Source records:
────────────────────────────────────────

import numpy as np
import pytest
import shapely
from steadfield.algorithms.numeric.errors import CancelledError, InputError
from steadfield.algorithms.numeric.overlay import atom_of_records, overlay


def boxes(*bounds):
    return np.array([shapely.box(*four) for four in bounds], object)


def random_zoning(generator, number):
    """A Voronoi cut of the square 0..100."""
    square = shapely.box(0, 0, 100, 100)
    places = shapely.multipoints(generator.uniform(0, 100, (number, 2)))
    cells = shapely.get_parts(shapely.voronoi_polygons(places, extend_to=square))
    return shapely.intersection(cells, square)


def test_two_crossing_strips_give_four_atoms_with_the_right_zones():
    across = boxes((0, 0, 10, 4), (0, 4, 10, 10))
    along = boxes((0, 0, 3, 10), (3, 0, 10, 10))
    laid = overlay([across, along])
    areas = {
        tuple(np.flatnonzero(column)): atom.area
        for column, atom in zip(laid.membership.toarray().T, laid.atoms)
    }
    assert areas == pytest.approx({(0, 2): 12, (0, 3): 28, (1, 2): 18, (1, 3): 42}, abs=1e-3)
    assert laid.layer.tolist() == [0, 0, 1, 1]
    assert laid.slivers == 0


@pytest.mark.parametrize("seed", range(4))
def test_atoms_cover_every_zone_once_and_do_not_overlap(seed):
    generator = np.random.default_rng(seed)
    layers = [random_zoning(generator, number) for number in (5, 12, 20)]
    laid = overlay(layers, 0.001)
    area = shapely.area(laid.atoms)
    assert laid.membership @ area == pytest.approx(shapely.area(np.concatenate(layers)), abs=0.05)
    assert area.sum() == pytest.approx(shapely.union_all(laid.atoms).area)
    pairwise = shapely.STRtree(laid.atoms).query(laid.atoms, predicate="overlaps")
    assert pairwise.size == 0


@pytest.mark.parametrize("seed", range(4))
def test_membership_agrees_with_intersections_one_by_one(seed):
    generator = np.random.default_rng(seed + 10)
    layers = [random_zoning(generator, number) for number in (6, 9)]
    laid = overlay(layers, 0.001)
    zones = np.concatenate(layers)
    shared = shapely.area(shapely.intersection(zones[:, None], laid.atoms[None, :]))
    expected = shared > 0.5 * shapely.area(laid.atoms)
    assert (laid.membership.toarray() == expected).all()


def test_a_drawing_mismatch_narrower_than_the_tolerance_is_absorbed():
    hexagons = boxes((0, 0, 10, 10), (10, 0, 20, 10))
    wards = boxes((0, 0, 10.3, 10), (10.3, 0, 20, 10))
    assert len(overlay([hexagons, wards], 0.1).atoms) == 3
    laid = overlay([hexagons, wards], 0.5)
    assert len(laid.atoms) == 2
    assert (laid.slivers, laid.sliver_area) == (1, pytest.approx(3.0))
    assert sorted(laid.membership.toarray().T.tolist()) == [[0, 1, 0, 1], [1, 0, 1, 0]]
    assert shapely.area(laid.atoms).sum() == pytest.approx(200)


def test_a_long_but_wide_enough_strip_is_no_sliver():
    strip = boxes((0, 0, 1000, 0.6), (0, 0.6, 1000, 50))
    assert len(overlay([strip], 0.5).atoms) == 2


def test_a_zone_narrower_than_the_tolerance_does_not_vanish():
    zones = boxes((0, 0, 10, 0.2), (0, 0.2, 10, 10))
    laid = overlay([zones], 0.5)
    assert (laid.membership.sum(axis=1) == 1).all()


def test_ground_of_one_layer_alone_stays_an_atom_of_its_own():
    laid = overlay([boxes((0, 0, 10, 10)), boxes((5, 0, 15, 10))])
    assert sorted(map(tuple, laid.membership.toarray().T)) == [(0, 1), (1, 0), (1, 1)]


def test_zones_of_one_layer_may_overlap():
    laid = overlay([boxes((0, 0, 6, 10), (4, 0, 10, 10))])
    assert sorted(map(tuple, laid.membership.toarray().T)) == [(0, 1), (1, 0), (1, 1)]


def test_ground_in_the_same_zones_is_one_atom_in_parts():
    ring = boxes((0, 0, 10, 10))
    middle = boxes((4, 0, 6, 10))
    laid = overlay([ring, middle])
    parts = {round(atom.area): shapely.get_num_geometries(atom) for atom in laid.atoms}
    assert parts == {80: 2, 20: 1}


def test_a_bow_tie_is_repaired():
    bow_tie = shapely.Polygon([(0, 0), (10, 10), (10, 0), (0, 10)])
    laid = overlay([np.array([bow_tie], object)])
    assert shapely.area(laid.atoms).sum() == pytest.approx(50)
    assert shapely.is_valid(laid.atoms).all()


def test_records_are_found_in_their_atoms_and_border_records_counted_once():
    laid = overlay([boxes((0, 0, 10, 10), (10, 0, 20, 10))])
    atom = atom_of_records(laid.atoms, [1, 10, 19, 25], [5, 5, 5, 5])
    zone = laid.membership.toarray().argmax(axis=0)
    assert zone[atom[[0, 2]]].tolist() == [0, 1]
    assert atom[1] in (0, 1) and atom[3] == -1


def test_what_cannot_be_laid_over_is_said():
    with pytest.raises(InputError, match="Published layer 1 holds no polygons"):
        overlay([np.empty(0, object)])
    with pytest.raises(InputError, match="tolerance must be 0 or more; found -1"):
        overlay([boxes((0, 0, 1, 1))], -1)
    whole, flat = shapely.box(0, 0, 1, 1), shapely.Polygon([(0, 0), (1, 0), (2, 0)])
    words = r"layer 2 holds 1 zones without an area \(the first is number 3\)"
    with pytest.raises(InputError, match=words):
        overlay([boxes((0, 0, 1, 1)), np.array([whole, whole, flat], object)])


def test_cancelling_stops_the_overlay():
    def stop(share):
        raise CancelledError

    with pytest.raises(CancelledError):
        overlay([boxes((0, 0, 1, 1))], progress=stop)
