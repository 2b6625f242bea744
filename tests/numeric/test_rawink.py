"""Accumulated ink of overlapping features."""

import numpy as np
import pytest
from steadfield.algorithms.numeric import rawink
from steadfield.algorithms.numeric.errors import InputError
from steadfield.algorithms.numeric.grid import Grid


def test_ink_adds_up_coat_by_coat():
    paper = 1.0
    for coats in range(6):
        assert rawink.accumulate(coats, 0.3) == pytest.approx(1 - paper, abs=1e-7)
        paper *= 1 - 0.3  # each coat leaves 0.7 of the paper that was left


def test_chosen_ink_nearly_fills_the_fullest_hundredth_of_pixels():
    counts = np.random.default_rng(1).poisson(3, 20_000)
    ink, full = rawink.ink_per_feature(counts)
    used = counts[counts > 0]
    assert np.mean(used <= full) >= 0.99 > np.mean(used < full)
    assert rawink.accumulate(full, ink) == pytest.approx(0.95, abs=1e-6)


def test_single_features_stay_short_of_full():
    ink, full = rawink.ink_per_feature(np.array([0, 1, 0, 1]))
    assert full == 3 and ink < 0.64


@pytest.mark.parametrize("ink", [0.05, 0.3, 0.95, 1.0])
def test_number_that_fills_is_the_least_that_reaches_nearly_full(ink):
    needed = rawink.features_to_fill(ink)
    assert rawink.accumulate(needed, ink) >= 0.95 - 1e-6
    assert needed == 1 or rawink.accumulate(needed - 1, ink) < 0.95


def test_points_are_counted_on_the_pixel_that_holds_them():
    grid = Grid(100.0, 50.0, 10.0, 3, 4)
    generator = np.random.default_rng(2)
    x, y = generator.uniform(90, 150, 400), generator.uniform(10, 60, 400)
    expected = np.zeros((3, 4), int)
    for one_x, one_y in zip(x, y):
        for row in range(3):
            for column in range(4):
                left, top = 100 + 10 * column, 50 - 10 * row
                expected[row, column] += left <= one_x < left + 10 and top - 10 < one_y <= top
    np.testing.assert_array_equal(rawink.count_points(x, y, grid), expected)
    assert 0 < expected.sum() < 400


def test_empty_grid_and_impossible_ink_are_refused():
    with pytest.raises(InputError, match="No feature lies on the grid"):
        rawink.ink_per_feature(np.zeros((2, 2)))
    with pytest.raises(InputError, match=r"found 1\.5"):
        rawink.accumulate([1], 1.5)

────────────────────────────────────────

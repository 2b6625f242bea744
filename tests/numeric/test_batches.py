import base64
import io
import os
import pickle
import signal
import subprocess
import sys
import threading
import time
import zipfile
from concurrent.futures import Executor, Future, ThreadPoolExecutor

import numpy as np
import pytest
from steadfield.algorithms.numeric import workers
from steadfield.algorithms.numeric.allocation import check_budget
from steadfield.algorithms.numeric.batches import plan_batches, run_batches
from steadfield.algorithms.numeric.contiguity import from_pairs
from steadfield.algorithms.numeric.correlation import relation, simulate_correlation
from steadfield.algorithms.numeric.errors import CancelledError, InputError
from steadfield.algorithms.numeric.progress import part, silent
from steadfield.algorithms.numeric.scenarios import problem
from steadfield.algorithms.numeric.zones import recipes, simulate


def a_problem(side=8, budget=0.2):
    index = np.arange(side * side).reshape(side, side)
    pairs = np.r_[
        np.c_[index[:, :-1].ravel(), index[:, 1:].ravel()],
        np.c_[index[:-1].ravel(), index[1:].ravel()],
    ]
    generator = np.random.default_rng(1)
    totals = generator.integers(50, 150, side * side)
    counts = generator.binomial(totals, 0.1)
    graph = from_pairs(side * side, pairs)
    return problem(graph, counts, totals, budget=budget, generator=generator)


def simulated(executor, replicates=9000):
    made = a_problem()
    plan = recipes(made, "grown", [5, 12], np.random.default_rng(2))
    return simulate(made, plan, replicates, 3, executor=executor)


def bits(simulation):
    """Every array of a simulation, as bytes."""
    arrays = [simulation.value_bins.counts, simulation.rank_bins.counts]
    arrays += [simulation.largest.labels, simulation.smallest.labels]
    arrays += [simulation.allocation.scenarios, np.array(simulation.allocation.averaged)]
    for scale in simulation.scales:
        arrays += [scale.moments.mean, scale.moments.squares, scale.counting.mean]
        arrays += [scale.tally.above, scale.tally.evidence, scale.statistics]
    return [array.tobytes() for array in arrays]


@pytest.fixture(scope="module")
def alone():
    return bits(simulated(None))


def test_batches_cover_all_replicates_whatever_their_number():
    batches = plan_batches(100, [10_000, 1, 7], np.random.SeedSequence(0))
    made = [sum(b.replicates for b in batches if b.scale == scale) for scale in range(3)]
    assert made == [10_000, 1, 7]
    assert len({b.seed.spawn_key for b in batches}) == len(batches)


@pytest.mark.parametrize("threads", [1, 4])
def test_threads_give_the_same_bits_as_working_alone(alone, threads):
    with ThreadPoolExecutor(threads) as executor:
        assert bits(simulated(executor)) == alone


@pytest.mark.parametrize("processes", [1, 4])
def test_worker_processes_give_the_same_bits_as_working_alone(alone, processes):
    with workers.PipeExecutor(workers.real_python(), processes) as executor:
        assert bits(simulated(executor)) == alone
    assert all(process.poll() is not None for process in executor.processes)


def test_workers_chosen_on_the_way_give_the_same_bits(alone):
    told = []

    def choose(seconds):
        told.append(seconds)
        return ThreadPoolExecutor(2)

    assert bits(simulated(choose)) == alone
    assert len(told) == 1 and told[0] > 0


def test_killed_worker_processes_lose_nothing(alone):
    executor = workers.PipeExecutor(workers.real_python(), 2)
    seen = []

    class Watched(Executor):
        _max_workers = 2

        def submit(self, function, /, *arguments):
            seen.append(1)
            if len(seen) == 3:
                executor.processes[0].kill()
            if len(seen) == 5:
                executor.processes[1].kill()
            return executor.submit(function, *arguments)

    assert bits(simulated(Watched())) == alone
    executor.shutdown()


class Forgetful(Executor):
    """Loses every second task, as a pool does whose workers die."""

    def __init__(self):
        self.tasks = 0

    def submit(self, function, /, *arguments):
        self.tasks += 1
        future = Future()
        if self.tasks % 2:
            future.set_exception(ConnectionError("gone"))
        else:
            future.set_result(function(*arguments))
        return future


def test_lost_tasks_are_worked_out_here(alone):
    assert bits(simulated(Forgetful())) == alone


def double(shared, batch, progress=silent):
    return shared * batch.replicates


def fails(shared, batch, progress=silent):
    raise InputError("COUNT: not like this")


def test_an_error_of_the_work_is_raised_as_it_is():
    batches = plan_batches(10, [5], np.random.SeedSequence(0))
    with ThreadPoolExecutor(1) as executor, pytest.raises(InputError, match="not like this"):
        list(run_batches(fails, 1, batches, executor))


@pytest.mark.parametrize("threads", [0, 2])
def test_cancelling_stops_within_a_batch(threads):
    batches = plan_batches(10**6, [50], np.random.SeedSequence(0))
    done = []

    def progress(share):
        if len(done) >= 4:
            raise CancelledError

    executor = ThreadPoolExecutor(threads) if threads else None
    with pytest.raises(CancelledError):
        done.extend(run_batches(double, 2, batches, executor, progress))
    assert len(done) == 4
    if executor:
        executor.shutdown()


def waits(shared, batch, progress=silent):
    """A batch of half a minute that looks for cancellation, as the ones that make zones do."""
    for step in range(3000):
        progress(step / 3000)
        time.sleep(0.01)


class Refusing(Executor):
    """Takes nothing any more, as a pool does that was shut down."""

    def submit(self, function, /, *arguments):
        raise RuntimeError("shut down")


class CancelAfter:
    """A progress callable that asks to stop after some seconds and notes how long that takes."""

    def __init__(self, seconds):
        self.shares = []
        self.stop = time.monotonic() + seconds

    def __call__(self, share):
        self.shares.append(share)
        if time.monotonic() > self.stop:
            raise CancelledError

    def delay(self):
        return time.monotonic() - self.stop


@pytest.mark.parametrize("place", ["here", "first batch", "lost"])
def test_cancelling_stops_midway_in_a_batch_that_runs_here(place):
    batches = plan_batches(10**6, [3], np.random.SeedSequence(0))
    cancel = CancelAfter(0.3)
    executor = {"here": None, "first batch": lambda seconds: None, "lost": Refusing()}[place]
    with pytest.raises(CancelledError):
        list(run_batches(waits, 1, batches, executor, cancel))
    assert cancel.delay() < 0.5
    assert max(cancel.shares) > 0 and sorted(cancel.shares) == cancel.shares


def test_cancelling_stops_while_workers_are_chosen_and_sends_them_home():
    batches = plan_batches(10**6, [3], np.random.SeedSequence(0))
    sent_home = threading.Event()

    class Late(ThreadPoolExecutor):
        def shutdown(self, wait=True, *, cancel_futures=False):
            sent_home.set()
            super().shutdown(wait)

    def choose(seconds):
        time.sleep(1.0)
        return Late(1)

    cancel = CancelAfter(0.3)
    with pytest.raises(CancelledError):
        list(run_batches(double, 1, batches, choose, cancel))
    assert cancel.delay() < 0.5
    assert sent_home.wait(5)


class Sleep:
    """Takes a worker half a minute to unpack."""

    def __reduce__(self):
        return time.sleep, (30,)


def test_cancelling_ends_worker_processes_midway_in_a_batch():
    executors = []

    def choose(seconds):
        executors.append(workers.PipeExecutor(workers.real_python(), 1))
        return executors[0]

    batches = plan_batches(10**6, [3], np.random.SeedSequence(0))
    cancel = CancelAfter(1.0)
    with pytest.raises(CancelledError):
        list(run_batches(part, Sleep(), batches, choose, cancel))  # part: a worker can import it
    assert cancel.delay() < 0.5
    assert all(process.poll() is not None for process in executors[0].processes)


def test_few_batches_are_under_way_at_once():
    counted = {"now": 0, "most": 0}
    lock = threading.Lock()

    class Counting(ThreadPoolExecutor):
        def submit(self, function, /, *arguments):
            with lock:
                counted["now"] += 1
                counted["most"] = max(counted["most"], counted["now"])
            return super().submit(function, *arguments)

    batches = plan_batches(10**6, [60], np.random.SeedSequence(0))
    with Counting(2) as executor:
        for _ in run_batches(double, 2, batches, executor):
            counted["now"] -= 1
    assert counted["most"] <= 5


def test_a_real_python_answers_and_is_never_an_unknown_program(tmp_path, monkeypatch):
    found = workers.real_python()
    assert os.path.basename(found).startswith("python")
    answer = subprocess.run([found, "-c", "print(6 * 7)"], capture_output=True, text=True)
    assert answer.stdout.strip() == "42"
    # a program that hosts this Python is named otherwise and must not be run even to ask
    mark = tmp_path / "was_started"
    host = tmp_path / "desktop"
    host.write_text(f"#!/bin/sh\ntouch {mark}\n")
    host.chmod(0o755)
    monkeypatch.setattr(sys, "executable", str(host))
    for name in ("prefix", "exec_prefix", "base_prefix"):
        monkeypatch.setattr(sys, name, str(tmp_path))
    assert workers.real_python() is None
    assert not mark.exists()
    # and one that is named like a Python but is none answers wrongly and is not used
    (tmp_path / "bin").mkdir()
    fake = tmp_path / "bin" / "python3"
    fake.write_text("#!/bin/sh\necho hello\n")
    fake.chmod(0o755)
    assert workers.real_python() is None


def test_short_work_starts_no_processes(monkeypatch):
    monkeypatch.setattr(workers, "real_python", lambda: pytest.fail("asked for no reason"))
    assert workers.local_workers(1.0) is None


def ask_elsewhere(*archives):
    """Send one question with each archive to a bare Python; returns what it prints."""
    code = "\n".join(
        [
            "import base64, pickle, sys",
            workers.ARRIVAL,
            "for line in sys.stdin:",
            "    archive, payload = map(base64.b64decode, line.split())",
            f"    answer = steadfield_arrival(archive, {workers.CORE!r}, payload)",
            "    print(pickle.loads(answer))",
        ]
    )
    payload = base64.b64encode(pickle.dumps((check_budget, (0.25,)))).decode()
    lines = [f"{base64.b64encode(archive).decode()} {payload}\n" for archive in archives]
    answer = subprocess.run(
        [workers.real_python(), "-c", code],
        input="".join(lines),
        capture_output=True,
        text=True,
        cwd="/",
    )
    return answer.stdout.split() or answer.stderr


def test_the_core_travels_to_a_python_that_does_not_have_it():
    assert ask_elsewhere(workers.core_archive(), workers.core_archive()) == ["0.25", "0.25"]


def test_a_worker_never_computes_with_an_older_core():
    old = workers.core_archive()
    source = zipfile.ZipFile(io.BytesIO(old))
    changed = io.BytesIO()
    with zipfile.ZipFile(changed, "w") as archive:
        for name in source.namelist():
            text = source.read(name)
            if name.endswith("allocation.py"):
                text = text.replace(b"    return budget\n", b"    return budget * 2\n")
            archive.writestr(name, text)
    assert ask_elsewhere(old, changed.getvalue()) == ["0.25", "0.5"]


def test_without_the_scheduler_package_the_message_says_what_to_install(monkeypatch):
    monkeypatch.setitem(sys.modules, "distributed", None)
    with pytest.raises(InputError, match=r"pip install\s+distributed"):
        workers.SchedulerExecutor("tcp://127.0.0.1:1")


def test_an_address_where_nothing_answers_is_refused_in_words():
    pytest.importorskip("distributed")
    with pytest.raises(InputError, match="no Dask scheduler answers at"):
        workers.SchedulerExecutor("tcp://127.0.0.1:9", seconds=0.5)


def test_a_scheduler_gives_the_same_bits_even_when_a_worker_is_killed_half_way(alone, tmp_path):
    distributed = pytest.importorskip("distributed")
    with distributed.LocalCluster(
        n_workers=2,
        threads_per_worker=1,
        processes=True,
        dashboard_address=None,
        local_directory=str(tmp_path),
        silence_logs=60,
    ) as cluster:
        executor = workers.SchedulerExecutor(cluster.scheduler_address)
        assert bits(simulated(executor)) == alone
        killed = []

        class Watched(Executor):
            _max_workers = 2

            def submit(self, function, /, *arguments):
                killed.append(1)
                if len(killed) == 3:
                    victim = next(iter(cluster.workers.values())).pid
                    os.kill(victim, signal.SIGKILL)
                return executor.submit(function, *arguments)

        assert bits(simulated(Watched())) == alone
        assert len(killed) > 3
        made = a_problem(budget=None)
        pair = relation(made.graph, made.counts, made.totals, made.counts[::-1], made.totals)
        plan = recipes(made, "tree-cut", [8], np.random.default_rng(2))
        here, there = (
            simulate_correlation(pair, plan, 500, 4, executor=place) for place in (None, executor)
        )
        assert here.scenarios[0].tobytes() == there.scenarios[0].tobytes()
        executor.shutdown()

────────────────────────────────────────

- Task objective: Please show all lines from the entries that contain the word "split".

- Output below:
            "    archive, payload = map(base64.b64decode, line.split())",
    return answer.stdout.split() or answer.stderr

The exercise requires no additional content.